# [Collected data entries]

####

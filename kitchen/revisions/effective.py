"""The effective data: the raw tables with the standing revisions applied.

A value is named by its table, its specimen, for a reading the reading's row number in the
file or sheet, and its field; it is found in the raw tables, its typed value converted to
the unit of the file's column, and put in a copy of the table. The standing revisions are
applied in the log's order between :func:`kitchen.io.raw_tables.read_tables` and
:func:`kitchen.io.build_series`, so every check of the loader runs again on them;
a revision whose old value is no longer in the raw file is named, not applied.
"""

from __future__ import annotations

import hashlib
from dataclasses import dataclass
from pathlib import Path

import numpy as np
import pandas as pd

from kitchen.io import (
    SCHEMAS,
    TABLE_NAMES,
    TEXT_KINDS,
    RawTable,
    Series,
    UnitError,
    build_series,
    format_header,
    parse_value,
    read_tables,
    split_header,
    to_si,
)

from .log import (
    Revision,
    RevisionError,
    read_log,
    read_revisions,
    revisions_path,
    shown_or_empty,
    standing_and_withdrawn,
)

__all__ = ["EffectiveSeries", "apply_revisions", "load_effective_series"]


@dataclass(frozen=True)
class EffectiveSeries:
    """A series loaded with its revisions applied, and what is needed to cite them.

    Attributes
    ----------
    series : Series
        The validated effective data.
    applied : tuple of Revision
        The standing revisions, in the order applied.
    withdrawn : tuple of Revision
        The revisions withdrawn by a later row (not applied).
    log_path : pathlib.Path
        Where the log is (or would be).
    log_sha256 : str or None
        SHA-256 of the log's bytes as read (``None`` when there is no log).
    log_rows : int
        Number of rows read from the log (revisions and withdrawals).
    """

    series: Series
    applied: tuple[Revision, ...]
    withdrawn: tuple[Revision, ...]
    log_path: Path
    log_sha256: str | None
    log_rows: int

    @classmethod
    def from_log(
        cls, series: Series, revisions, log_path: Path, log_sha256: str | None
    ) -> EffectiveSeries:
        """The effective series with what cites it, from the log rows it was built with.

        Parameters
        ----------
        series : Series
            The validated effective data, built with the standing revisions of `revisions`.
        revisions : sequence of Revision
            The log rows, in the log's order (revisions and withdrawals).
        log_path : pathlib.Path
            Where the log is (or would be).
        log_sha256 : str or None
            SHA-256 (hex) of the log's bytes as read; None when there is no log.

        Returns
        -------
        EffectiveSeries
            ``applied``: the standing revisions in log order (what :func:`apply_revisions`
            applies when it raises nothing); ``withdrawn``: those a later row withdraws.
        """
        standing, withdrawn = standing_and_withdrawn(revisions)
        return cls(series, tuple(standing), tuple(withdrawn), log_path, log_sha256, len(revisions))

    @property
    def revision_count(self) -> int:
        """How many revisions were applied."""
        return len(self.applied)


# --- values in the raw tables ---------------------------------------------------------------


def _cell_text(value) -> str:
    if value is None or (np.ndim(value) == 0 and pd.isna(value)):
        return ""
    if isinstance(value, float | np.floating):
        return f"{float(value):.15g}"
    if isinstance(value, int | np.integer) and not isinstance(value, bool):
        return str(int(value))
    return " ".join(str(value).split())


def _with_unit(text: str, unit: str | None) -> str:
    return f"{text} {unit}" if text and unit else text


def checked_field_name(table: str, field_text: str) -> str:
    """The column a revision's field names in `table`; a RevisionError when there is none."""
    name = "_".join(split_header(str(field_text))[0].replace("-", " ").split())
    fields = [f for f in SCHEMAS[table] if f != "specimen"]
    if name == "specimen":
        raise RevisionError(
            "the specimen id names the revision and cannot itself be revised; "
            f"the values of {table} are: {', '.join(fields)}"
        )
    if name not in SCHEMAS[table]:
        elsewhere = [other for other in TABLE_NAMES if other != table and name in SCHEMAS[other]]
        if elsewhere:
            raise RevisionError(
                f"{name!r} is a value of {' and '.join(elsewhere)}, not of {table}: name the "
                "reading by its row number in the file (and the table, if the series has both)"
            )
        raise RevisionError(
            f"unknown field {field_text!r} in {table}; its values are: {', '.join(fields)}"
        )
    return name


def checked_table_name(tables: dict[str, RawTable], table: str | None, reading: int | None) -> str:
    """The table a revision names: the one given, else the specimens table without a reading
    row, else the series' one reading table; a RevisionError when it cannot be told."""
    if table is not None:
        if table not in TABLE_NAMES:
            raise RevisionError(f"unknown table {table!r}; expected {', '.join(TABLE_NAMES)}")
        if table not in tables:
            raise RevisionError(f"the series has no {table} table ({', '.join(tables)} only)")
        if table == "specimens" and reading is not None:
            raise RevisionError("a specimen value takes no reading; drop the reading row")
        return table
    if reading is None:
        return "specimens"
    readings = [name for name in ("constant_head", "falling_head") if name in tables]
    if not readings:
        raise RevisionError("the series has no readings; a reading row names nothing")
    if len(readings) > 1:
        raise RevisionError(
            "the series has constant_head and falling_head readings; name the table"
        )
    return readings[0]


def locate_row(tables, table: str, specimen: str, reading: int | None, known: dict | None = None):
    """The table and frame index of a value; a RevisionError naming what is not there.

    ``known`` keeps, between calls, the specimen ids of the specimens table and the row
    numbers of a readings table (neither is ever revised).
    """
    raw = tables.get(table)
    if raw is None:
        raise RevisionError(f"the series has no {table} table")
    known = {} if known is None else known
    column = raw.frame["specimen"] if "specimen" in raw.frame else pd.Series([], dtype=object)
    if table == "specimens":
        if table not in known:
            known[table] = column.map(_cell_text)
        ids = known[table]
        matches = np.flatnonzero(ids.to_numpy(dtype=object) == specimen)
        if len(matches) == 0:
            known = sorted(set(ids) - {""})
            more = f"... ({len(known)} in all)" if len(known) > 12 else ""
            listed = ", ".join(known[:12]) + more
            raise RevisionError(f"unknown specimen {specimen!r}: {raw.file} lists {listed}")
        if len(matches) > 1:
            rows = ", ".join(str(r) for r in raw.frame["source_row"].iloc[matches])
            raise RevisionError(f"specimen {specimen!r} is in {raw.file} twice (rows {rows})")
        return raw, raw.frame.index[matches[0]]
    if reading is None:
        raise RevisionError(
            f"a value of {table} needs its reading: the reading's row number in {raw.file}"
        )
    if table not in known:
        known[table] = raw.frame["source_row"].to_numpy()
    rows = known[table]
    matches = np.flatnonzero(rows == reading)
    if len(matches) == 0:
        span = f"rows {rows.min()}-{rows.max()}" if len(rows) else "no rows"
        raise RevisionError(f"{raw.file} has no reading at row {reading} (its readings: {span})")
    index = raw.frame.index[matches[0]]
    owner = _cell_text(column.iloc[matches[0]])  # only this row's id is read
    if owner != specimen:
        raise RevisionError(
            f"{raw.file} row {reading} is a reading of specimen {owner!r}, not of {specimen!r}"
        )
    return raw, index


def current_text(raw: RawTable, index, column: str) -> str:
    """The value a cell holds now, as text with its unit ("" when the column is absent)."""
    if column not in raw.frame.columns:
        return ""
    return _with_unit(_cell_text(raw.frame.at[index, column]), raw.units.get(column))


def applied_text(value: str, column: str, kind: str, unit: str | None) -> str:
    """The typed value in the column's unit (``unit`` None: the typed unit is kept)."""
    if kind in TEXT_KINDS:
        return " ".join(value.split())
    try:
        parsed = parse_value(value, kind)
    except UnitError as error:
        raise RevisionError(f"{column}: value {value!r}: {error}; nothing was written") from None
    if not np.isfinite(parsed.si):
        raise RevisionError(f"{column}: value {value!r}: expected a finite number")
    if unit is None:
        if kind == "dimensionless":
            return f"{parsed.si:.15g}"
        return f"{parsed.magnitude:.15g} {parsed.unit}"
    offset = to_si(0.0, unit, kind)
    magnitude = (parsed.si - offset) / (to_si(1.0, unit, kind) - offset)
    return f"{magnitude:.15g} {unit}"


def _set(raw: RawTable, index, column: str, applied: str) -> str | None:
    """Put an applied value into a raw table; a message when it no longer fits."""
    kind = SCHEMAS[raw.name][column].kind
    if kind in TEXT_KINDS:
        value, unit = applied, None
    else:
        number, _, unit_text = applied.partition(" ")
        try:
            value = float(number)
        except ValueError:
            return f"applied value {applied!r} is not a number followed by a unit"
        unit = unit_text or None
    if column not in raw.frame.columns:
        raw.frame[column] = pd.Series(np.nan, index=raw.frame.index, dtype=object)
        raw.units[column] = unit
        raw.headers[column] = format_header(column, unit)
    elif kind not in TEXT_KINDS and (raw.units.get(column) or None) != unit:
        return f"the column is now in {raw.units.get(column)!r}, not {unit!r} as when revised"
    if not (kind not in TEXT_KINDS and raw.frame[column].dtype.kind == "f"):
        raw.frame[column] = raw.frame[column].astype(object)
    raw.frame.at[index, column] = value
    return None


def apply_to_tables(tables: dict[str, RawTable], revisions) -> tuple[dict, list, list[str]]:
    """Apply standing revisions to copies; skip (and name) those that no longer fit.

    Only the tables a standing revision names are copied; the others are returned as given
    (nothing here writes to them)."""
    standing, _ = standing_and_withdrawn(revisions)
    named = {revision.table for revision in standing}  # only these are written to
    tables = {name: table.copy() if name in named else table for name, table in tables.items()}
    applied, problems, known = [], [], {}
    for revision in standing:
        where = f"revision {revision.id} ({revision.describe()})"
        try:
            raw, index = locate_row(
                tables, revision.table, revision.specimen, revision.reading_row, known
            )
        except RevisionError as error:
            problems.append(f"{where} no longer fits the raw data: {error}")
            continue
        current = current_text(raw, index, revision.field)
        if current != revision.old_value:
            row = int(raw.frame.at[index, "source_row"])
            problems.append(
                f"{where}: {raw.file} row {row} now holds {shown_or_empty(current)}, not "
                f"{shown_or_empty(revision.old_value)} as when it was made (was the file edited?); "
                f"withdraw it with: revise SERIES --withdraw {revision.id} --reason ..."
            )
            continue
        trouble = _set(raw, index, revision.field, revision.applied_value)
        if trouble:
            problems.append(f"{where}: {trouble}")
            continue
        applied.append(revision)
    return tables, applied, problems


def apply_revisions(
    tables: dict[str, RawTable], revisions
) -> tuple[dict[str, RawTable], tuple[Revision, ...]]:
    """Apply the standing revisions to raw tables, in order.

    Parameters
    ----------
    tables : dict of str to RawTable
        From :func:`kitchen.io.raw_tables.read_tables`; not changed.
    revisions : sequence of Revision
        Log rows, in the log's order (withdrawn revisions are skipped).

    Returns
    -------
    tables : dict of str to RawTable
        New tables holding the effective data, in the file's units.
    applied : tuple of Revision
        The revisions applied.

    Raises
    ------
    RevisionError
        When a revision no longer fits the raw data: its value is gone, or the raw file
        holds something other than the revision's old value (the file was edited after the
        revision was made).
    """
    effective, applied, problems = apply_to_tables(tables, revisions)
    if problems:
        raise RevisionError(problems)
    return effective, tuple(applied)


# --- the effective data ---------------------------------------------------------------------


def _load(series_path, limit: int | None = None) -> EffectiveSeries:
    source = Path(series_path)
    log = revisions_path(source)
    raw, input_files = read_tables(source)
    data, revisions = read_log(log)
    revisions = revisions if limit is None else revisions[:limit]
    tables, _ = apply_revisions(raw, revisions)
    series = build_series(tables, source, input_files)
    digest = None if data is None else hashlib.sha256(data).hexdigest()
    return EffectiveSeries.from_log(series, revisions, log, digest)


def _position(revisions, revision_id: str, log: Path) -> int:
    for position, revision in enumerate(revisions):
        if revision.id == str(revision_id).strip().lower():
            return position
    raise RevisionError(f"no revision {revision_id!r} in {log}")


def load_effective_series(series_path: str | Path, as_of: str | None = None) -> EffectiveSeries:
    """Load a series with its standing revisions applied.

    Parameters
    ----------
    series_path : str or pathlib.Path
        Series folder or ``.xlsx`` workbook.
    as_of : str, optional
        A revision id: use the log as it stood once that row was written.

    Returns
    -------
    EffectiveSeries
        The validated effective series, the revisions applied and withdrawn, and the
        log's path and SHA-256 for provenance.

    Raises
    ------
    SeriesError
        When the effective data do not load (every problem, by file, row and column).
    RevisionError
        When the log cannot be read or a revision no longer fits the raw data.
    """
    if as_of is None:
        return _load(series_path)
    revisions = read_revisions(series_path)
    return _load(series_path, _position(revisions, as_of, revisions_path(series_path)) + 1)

####

Copy word for word the stretch of entries above from the line that has "many revisions were" through the line that has "if isinstance(value, float", both ends included, and nothing outside it.

        """How many revisions were applied."""
        return len(self.applied)


# --- values in the raw tables ---------------------------------------------------------------


def _cell_text(value) -> str:
    if value is None or (np.ndim(value) == 0 and pd.isna(value)):
        return ""
    if isinstance(value, float | np.floating):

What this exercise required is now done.